It all starts with an awareness of the three elements affecting the safety of any flight: the airplane, the pilot, and the environment. In the icing season, an “ideal” airplane will have enough power, fuel capacity, ceiling, and equipment to let its pilot circumnavigate areas forecast to experience icing conditions—and escape them should there be an inadvertent encounter. And let’s be clear—you should take action to exit icing conditions at the first sign of ice. It’s wise to look at small-radius objects like rivet heads, antennas, wing struts, or hand grips. That’s where the first signs of icing show up.
The pilot should know how to obtain icing airmets and other information so that ice-free routes can be planned, and a proper go/no-go decision can be made. One of the best sources are the current and forecast icing potential (CIP and FIP, for short) pages on the Aviation Weather Center’s website. Here, under Forecast Icing, you’ll see drop-down menus that let you locate levels of icing severity (and their probabilities) at altitudes from the surface to 29,000 feet, and forecasts out to the next 18 hours. Another panel shows the lowest freezing levels for the next 18 hours, another shows icing sigmets, and yet another posts icing pireps. Other valuable tools include the site’s G-airmet page where you can see a 12-hour graphic depiction of anticipated icing coverage, in three-hour intervals.
Any briefing should, of course, also include METARs and TAFs for your route—for both destination and likely alternate airports. What you’re looking for are low cloud tops and high cloud bases, with above-freezing temperatures in the lower levels of the atmosphere. Should you inadvertently encounter ice, you want it to melt as you descend, and most certainly want to be ice-free for any instrument approaches.

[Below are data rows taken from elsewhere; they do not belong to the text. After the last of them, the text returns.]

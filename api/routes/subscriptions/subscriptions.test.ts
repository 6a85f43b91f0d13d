import request from 'supertest';
import { afterAll, describe, expect, it } from 'vitest';
import { eq } from 'drizzle-orm';
import { productionLines } from '@api/db/schema';
import { createSpcTestApi } from '@tests/support/spc-api';
import { createTestCharacteristic, removeTestCharacteristics } from '@tests/support/plant';

const api = createSpcTestApi();
afterAll(async () => {
  await removeTestCharacteristics(api.db);
  await api.close();
});

describe('/api/v1/subscriptions', () => {
  it('lets each user add, change and remove their own subscriptions, and nobody else’s', async () => {
    const t = await createTestCharacteristic(api.db, { chartType: 'xbar-r', subgroupSize: 2 });
    const [line] = await api.db.select({ id: productionLines.id }).from(productionLines).where(eq(productionLines.code, 'L2'));
    const tech = await api.as('technician');
    const created = await request(api.app).post('/api/v1/subscriptions').set(tech).send({ productId: t.productId, immediate: true, digest: false });
    expect(created.status).toBe(201);
    expect(created.body).toMatchObject({ productId: t.productId, productCode: t.productCode, lineId: null, immediate: true, digest: false });
    const byLine = await request(api.app).post('/api/v1/subscriptions').set(tech).send({ lineId: line.id, immediate: false, digest: true });
    expect(byLine.body).toMatchObject({ lineCode: 'L2', digest: true });
    expect((await request(api.app).post('/api/v1/subscriptions').set(tech).send({ productId: t.productId, immediate: false, digest: true })).status).toBe(409);

    const list = await request(api.app).get('/api/v1/subscriptions').set(tech);
    expect(list.body.items.map((s: { id: number }) => s.id).sort()).toEqual([created.body.id, byLine.body.id].sort());
    const managerList = await request(api.app).get('/api/v1/subscriptions').set(await api.as('quality_manager'));
    expect(managerList.body.items.map((s: { id: number }) => s.id)).not.toContain(created.body.id);

    expect((await request(api.app).patch(`/api/v1/subscriptions/${created.body.id}`).set(await api.as('quality_manager')).send({ digest: true })).status).toBe(404);
    expect((await request(api.app).delete(`/api/v1/subscriptions/${created.body.id}`).set(await api.as('admin'))).status).toBe(404);
    const patched = await request(api.app).patch(`/api/v1/subscriptions/${created.body.id}`).set(tech).send({ digest: true });
    expect(patched.body).toMatchObject({ immediate: true, digest: true });
    expect((await request(api.app).patch(`/api/v1/subscriptions/${created.body.id}`).set(tech).send({ immediate: false, digest: false })).status).toBe(400);
    expect((await request(api.app).delete(`/api/v1/subscriptions/${created.body.id}`).set(tech)).status).toBe(204);
    expect((await request(api.app).delete(`/api/v1/subscriptions/${byLine.body.id}`).set(tech)).status).toBe(204);
    expect((await request(api.app).get('/api/v1/subscriptions').set(tech)).body.items).toEqual([]);
  });

  it('refuses a subscription to both a line and a product, to neither kind of alert, or to what does not exist', async () => {
    const h = await api.as('auditor');
    const both = await request(api.app).post('/api/v1/subscriptions').set(h).send({ lineId: 1, productId: 1, immediate: true, digest: true });
    expect(both.status).toBe(400);
    expect(both.body.error).toMatch(/either a product line or a product/);
    expect((await request(api.app).post('/api/v1/subscriptions').set(h).send({ lineId: 1, immediate: false, digest: false })).status).toBe(400);
    expect((await request(api.app).post('/api/v1/subscriptions').set(h).send({ productId: 99999999, immediate: true, digest: false })).body.error).toMatch(/no product/);
  });
});
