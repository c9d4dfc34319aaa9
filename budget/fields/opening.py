"""Opening stage of budget.fields: paths (a file, a glob, a list, a Zarr store or an open
xarray.Dataset) become one raw, lazy xarray.Dataset.

Formats sit in one table, `FORMATS`: each row says which paths it claims and how to open
them.  Adding a format is one opener function and one row; everything after this stage is
format-independent.

Several files are joined by coordinates.  Each file's own attributes count: a variable whose
unit differs between files (kg/kg and g/kg, Pa and hPa, m/s and knots) is put into the first
file's unit, file by file, before the join.  Files that cannot be joined (different grid,
levels or calendar, or units of different quantities) are refused naming both files.
"""

from __future__ import annotations

import glob as _glob
import os
import warnings as _warnings
from dataclasses import dataclass, field
from pathlib import Path
from typing import Callable

import xarray as xr

from ..errors import FieldsError
from ..grib import SUFFIXES as GRIB_SUFFIXES, is_grib
from .grid import LAT_NAMES, LON_NAMES, guess_time_dim
from . import joining
from .hints import short, where as where_text

#: Target size of one dask chunk when Fluxfence picks the time chunking itself.
CHUNK_BYTES = 64 * 2**20
#: Horizontal tile (grid cells) of the dask chunks of multi-file inputs.
TILE = 128


@dataclass
class Source:
    """The opening stage's result.

    ds:       the raw dataset (lazy; dask-backed unless ``deferred``)
    files:    the paths read
    deferred: dask chunks to apply after orientation and windowing (one plain file), or None
    notes:    what was done to reconcile the files (unit conversions per file)
    """

    ds: xr.Dataset
    files: list
    deferred: dict | None = None
    notes: list = field(default_factory=list)

    @property
    def where(self) -> str:
        return where_text(self.files)


@dataclass(frozen=True)
class Format:
    """One row of the format table: a name, which paths it claims, how to open them, and the
    file name endings by which a folder listing (the dashboard's --data-dir) finds them."""

    name: str
    claims: Callable[[list], bool]
    open: Callable[[list, object], Source]
    suffixes: tuple = ()


def is_zarr(path: str) -> bool:
    p = Path(path)
    if not p.is_dir():
        return False
    if p.suffix == ".zarr":
        return True
    return any((p / m).exists() for m in (".zgroup", ".zarray", ".zmetadata", "zarr.json"))


def expand_paths(paths) -> list[str]:
    if isinstance(paths, (str, os.PathLike)):
        items = [paths]
    else:
        try:
            items = list(paths)
        except TypeError:
            raise FieldsError(
                f"Cannot open {paths!r}: give a file path, a glob such as 'data/*.nc', "
                "a list of paths, a Zarr store directory or an xarray.Dataset."
            ) from None
    if not items:
        raise FieldsError("No input files were given; pass at least one NetCDF file or Zarr store.")
    out: list[str] = []
    for item in items:
        s = os.fspath(item)
        if os.path.exists(s):
            out.append(s)
        elif any(c in s for c in "*?["):
            hits = sorted(_glob.glob(s))
            if not hits:
                raise FieldsError(
                    f"The pattern '{s}' matches no files; check the directory and the pattern."
                )
            out.extend(hits)
        else:
            raise FieldsError(f"The input file '{s}' does not exist; check the path.")
    for s in out:
        if os.path.isdir(s) and not is_zarr(s):
            raise FieldsError(
                f"'{s}' is a directory but not a Zarr store; pass the files inside it, "
                f"e.g. '{os.path.join(s, '*.nc')}'."
            )
    if len(out) > 1 and any(is_zarr(s) for s in out):
        raise FieldsError(
            "Give either one Zarr store or NetCDF files, not a mixture: " + ", ".join(out) + "."
        )
    return out


def open_plain(path: str) -> xr.Dataset:
    """One file opened without dask (for its metadata), or one sentence naming it."""
    try:
        with _warnings.catch_warnings():
            _warnings.simplefilter("ignore")
            return xr.open_dataset(path)
    except Exception as exc:  # noqa: BLE001 - any reader failure is the user's file
        raise FieldsError(
            f"Cannot read '{path}' as NetCDF ({short(exc)}); check that it is a complete "
            "NetCDF or HDF5 file."
        ) from None


def time_chunks(ds: xr.Dataset) -> dict:
    """Chunks {time_dim: n} so that one chunk of the largest variable is about 64 MiB."""
    tname = guess_time_dim(ds)
    if tname is None:
        return {}
    nt = ds.sizes[tname]
    step = 1
    stored = 1
    for var in ds.data_vars.values():
        if tname in var.dims and nt:
            step = max(step, int(var.size * var.dtype.itemsize // max(nt, 1)))
            cs = var.encoding.get("chunksizes")
            if cs:
                stored = max(stored, int(cs[var.dims.index(tname)]))
    n = max(1, CHUNK_BYTES // step)
    n = max(stored, (n // stored) * stored)
    return {tname: int(n)}


def space_tiles(ds: xr.Dataset) -> dict:
    """{lat_dim: TILE, lon_dim: TILE} for horizontal dims longer than a tile."""
    return {name: TILE for name in LAT_NAMES + LON_NAMES if name in ds.dims and ds.sizes[name] > TILE}


# --------------------------------------------------------------------------------------
# the formats


def _open_dataset_object(ds: xr.Dataset, chunks) -> Source:
    if chunks is not None:
        ds = ds.chunk(chunks)
    src = ds.encoding.get("source")
    return Source(ds, [str(src)] if src else [])


def _open_zarr(files: list, chunks) -> Source:
    try:
        kwargs = {} if chunks is None else {"chunks": chunks}
        with _warnings.catch_warnings():
            _warnings.simplefilter("ignore")
            ds = xr.open_zarr(files[0], **kwargs)
    except Exception as exc:  # noqa: BLE001
        raise FieldsError(
            f"Cannot read the Zarr store '{files[0]}' ({short(exc)}); check that it is a "
            "complete Zarr store."
        ) from None
    return Source(ds, files)


def _open_netcdf_one(files: list, chunks) -> Source:
    path = files[0]
    deferred = None
    if chunks is None:
        first = open_plain(path)
        try:
            deferred = time_chunks(first)
        finally:
            first.close()
    try:
        with _warnings.catch_warnings():
            _warnings.simplefilter("ignore")
            # Without dask first: xarray composes every later isel (orientation, time
            # window) into one lazy read, and open_fields chunks at the end. Chunking here
            # would put those isel as extra layers on the dask arrays, and dask then
            # loads whole chunks instead of the few cells a region reads.
            ds = xr.open_dataset(path, chunks=None if deferred is not None else chunks)
    except Exception as exc:  # noqa: BLE001
        raise FieldsError(
            f"Cannot read '{path}' as NetCDF ({short(exc)}); check that it is a "
            "complete NetCDF or HDF5 file."
        ) from None
    return Source(ds, files, deferred)


#: The format table, tried in order; the first row that claims the paths opens them.
#: (An xarray.Dataset given directly is handled before the table.)
NETCDF_SUFFIXES = (".nc", ".nc4", ".netcdf")
FORMATS: list[Format] = [
    Format("grib", lambda files: any(is_grib(f) for f in files), lambda files, chunks: open_grib_files(files, chunks),
           GRIB_SUFFIXES),
    Format("zarr", lambda files: len(files) == 1 and is_zarr(files[0]), _open_zarr, (".zarr",)),
    Format("netcdf", lambda files: len(files) == 1, _open_netcdf_one, NETCDF_SUFFIXES),
    Format("netcdf-many", lambda files: len(files) > 1, lambda files, chunks: open_many(files, chunks), NETCDF_SUFFIXES),
]
#: Every file name ending a format of the table claims (lower case), in the table's order.
FIELD_SUFFIXES: tuple = tuple(dict.fromkeys(s for fmt in FORMATS for s in fmt.suffixes))


def open_source(paths, chunks=None) -> Source:
    """The opening stage: the raw dataset and the files behind it."""
    if isinstance(paths, xr.Dataset):
        return _open_dataset_object(paths, chunks)
    files = expand_paths(paths)
    for fmt in FORMATS:
        if fmt.claims(files):
            return fmt.open(files, chunks)
    raise FieldsError(f"No reader accepts {where_text(files)}; give NetCDF files or a Zarr store.")


def open_grib_files(files: list, chunks) -> Source:
    """GRIB files (budget.grib), with any NetCDF files of the same grid beside them (e.g. a
    surface-pressure file next to GRIB levels), joined by coordinates."""
    from ..grib import join_inputs, open_grib

    parts, notes = [], []
    for f in files:
        if is_grib(f):
            g = open_grib(f)
            parts.append((f, g.ds))
            notes += g.warnings
        else:
            parts.append((f, open_plain(f)))
    ds = join_inputs(parts, where_text(files))
    return Source(ds.chunk(chunks) if chunks is not None else ds, files, None, notes)


def open_many(files: list, chunks) -> Source:
    """Several NetCDF files joined by coordinates (budget.fields.joining)."""
    ds, notes = joining.open_many(files, chunks, open_plain, time_chunks, space_tiles)
    return Source(ds, files, None, notes)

Problems crop up fast when the rain becomes supercooled as it falls into the cold air mass.The icing environment is a complicated subject, and volumes have been written about it. Simply put, you can expect icing in any clouds, precipitation, or visible moisture (defined in terms of surface visibility as one statute mile or less) where freezing temperatures coexist. Some manufacturers recommend turning on pitot heat and other anti-ice equipment at outside air temperatures of plus-five, or plus-10 degrees Celsius for an extra measure of safety. You can expect the worst icing in systems over the Great Lakes, New England, and the Pacific Northwest, where large bodies of water help impart extra moisture to low pressure systems that already involve the vertical transport of colder air at those latitudes.
Avoid any fronts or lows in the winter months because they all involve rising air masses, and usually bring extensive cloud formations. A quick look at satellite imagery will give you an idea of the extent of cloud coverage; on infrared satellite views, the highest cloud tops will appear brightest.
Here are some important items, and traps, to bear in mind this winter:
It’s just rain. Let’s say you are instrument-rated and current and are flying in light rain. It’s tempting to believe that the rain will persist, but you may be flying in a temperature inversion. This occurs when flying at lower altitudes below a warm frontal surface. The advancing warm air rides up and over a retreating cold air mass, causing rain to fall. Problems crop up fast when the rain becomes supercooled as it falls into the cold air mass. Clear icing or freezing rain may soon be in the offing.
No problem, I have datalink Nexrad imagery. Nexrad does a great job showing areas of precipitation, and the bigger the droplets, the brighter the radar returns. But Nexrad does not show clouds, so it’s of little use in avoiding most icing conditions.
It’s OK, I’m on top. That’s a nice place to be, but eventually you’ll descend for a landing. And it had better be at an airport not affected by icing conditions. Otherwise, a descent through a cloud layer—or layers, if you’re between layers—could mean that you’ll pick up ice on the way down.
My airplane has FIKI certification. Having Flight Into Known Icing-certified ice-protection equipment is reassuring, but it’s not capable of handling severe icing conditions such as freezing rain, freezing drizzle, supercooled large droplet (SLD), or mixed icing conditions that result in ice buildups exceeding the capability of the system—or ice formations aft of protected surfaces. How do you know when your airplane is in conditions worse than those used in FIKI certification tests? Visual cues include ice forming aft of protected surfaces such as wing leading edges, ice building up at the corners of the windshield, and ice forming on engine nacelles and propeller spinners farther aft than normally observed.
Large, powerful, FIKI-certified Transport category airliners have been brought down by SLD and other severe icing types. Think of FIKI approval as a very helpful escape tool—and under no circumstances think of it as carte blanche permission to indefinitely remain in icing conditions.